AVAILABLE DATA Block Start

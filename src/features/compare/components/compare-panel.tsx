import { useMemo, useState } from 'react';
import type { FlightReport } from '../../../../shared/schemas/report';
import type { ReviewDetail } from '../../../../shared/analysis/review-detail';
import { XyChart } from '../../../components/charts/xy-chart';
import { inkSeries } from '../../../components/charts/palette';
import type { Airframe } from '../../../../shared/schemas/airframe';
import { describeDifferences, describeGeometryChange } from '../model/compare-words';
import { MotorMarker } from '../../../components/ui/motor-marker';
import { DeviationBar } from '../../../components/ui/deviation-bar';

export interface CompareFlight {
  label: string;
  report: FlightReport;
  detail: ReviewDetail;
  /** The aircraft's airframe, for a flight whose detail predates carrying its own. */
  airframe?: Airframe;
}

/** The geometry the flight was judged against: its detail's first, else the aircraft's. */
function judged(f: CompareFlight) {
  const own = f.detail.airframe;
  return {
    airframe: own ?? f.airframe ?? null,
    assumed: own ? f.report.airframe.assumed : false,
  };
}

export interface CompareCandidate {
  id: string;
  label: string;
}

export interface ComparePanelProps {
  current: CompareFlight;
  candidates: CompareCandidate[];
  otherId: string | null;
  onPick: (id: string) => void;
  other: CompareFlight | null;
  loading: boolean;
  error: string | null;
  /** Why there are no candidates, when there are none. */
  emptyReason?: string;
}

/** Signed to one decimal; a value that rounds to zero reads 0.0, never −0.0. */
function signedPct(v: number): string {
  const r = Math.round(v * 10) / 10;
  if (r === 0) return '0.0 %';
  return `${r > 0 ? '+' : '−'}${Math.abs(r).toFixed(1)} %`;
}

function Deviations({ f }: { f: CompareFlight }) {
  const { airframe } = judged(f);
  return (
    <ul className="flex flex-col gap-1">
      {f.report.balance.deviationPct.map((d, i) => {
        return (
          <li key={i} className="flex items-center gap-2 text-sm">
            <MotorMarker motor={i + 1} />
            <span className="w-14">Motor {i + 1}</span>
            <span className="num w-8 text-xs text-ink-faint">
              {airframe?.motors[i]?.spin ?? ''}
            </span>
            <span className="num w-16 text-right">{signedPct(d)}</span>
            <DeviationBar motor={i + 1} pct={d} className="h-2 w-24" />
          </li>
        );
      })}
    </ul>
  );
}

function Column({ f, title }: { f: CompareFlight; title: string }) {
  const t = f.report.torqueSplit;
  const { airframe, assumed } = judged(f);
  return (
    <div className="flex min-w-0 flex-col gap-3 rounded border border-line bg-paper-raised p-3">
      <h3 className="text-sm font-semibold text-ink">
        {title}{' '}
        {f.label.toLowerCase() !== title.toLowerCase() && (
          <span className="num font-normal text-ink-faint">{f.label}</span>
        )}
      </h3>
      <p className="text-xs text-ink-soft">
        Judged against{' '}
        {airframe ? (
          <>
            <span className="font-medium text-ink">{airframe.name}</span>
            {assumed && ' (assumed)'} · {airframe.motors.length} motors, {airframe.prop.diameterIn}″
            props
          </>
        ) : (
          'an airframe this flight does not record'
        )}
      </p>
      <Deviations f={f} />
      <p className="num text-sm">
        <span className="font-sans text-ink-soft">Torque split </span>cw{' '}
        {(t.cwShare * 100).toFixed(1)} % · ccw {(t.ccwShare * 100).toFixed(1)} %
      </p>
      <p className="num text-sm">
        <span className="font-sans text-ink-soft">CG </span>
        {f.report.cg
          ? `x ${f.report.cg.xMm.toFixed(1)} mm, y ${f.report.cg.yMm.toFixed(1)} mm`
          : '—'}
      </p>
    </div>
  );
}

/** This flight against another of the same aircraft: side by side, spectra overlaid, changes in words. */
export function ComparePanel({
  current,
  candidates,
  otherId,
  onPick,
  other,
  loading,
  error,
  emptyReason,
}: ComparePanelProps) {
  const channels = Object.keys(current.detail.spectra);
  const [channel, setChannel] = useState(channels[0] ?? 'gyro_x');
  const sentences = useMemo(() => {
    if (!other) return [];
    const geometry = describeGeometryChange(judged(other), judged(current));
    const lines = describeDifferences(other.report, current.report);
    return geometry ? [geometry, ...lines] : lines;
  }, [other, current]);
  const spectra = useMemo(() => {
    const s = [];
    const a = current.detail.spectra[channel];
    const b = other?.detail.spectra[channel];
    if (b) s.push({ name: `Earlier · ${other!.label}`, x: b.hz, y: b.db, color: inkSeries.before });
    if (a) s.push({ name: `This flight`, x: a.hz, y: a.db, color: inkSeries.after });
    return s;
  }, [current, other, channel]);

  if (candidates.length === 0)
    return (
      <p className="text-sm text-ink-soft">
        {emptyReason ?? 'No other flight of this aircraft to compare with yet.'}
      </p>
    );

  return (
    <div className="flex flex-col gap-4">
      <label className="flex items-center gap-2 text-sm">
        <span className="shrink-0 text-ink-soft">Compare with</span>
        <select
          value={otherId ?? ''}
          onChange={(e) => onPick(e.target.value)}
          className="min-w-0 flex-1 rounded border border-line-strong bg-paper-raised px-2 py-1 sm:flex-none"
        >
          <option value="" disabled>
            pick a flight…
          </option>
          {candidates.map((c) => (
            <option key={c.id} value={c.id}>
              {c.label}
            </option>
          ))}
        </select>
      </label>
      {loading && <p className="text-sm text-ink-soft">Loading the other flight…</p>}
      {error && (
        <p role="alert" className="text-sm text-sev-act">
          {error}
        </p>
      )}
      {other && (
        <>
          <section
            aria-label="What changed"
            className="rounded border-l-4 border-accent bg-paper-raised px-4 py-3"
          >
            <h3 className="text-sm font-semibold text-ink">What changed since {other.label}</h3>
            <ul className="mt-1 list-disc pl-5 text-sm text-ink-soft">
              {sentences.map((s) => (
                <li key={s}>{s}</li>
              ))}
            </ul>
          </section>
          <div className="grid grid-cols-[minmax(0,1fr)] gap-3 md:grid-cols-2">
            <Column f={other} title="Earlier" />
            <Column f={current} title="This flight" />
          </div>
          <div>
            <label className="flex items-center gap-2 text-sm">
              <span className="text-ink-soft">Spectrum of</span>
              <select
                value={channel}
                onChange={(e) => setChannel(e.target.value)}
                className="rounded border border-line-strong bg-paper-raised px-2 py-1"
              >
                {channels.map((c) => (
                  <option key={c}>{c}</option>
                ))}
              </select>
            </label>
            <XyChart
              series={spectra}
              xName="Hz"
              yName="PSD, dB"
              xLog
              height={240}
              ariaLabel={`${channel} spectra of both flights`}
            />
          </div>
        </>
      )}
    </div>
  );
}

AVAILABLE DATA Block End

(PROBLEM STATEMENT)
Where a line in the records above includes the string "loading", show it.

(PROBLEM SOLUTION)
  loading: boolean;
  loading,
      {loading && <p className="text-sm text-ink-soft">Loading the other flight…</p>}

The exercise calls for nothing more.